EXERCISE:
If a line in the data contains "with", copy it out.

Stored data:
"""

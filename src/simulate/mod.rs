//! Simulated signals: the response of every enumerated pathway in the impulsive limit with the
//! rotating-wave approximation (Mukamel, *Principles of Nonlinear Optical Spectroscopy*, 1995,
//! ch. 6; Hamm & Zanni, *Concepts and Methods of 2D Infrared Spectroscopy*, 2011, ch. 4), the
//! per-step data a phase cycle would record (with backgrounds, phase errors and noise), and 2D
//! spectra of the combined outputs. The dynamics come from the experiment file's optional
//! `[dynamics]` table (energies in cm^-1, eV or THz; dephasing; lifetimes; Gaussian
//! inhomogeneous width with a correlation between states).

pub mod dynamics;
pub mod dynamics_file;
pub mod grid;
pub mod measure;
pub mod response;
pub mod rng;
pub mod run;
pub mod spectrum;
#[cfg(test)]
mod tests;
pub mod units;

pub use dynamics::{transition_window, Dynamics, Propagator};
pub use dynamics_file::parse_dynamics;
pub use grid::{parse_delays, DelayAxis, DelayGrid};
pub use measure::{applied_phases, measure_steps, Background, PhaseErrors, StepSeries};
pub use response::{delay_names, simulate_response, Response, TermSignal};
pub use run::{ideal_outputs, simulate_cycle, CycleRun, RunRequest, SimulatedBackground};
pub use spectrum::{spectrum_2d, ExcitationAxis, Spectrum2D, SpectrumRequest};
pub use units::{EnergyUnit, TimeUnit};

/// Why a simulation cannot run; every message names the value and the fix.
#[derive(Debug, Clone, PartialEq, thiserror::Error)]
pub enum SimulationError {
    /// The experiment is of a kind the simulator does not model.
    #[error("{0}")]
    Unsupported(String),
    /// A request value out of range or inconsistent.
    #[error("{0}")]
    BadRequest(String),
    /// A delay step too coarse for a frequency in that delay.
    #[error("delay {axis}: a step of {step_fs} fs aliases the frequency {frequency:.4} {unit} held in that delay; take a step below {max_step_fs:.4} fs, use a rotating frame (--frame), or allow it with --undersample")]
    Aliased {
        /// Delay name.
        axis: String,
        /// The step given.
        step_fs: f64,
        /// The largest step that resolves the frequency.
        max_step_fs: f64,
        /// The frequency (in the rotating frame), in `unit`.
        frequency: f64,
        /// Energy unit.
        unit: String,
    },
    /// The cycle does not fit the experiment, or the data do not fit the cycle.
    #[error(transparent)]
    Combine(#[from] crate::combine::CombineError),
    /// From the model (size limits).
    #[error(transparent)]
    Model(#[from] crate::error::ModelError),
}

"""

RESULT OF THIS EXERCISE:
//! Simulated signals: the response of every enumerated pathway in the impulsive limit with the
//! per-step data a phase cycle would record (with backgrounds, phase errors and noise), and 2D
//! inhomogeneous width with a correlation between states).
    #[error("delay {axis}: a step of {step_fs} fs aliases the frequency {frequency:.4} {unit} held in that delay; take a step below {max_step_fs:.4} fs, use a rotating frame (--frame), or allow it with --undersample")]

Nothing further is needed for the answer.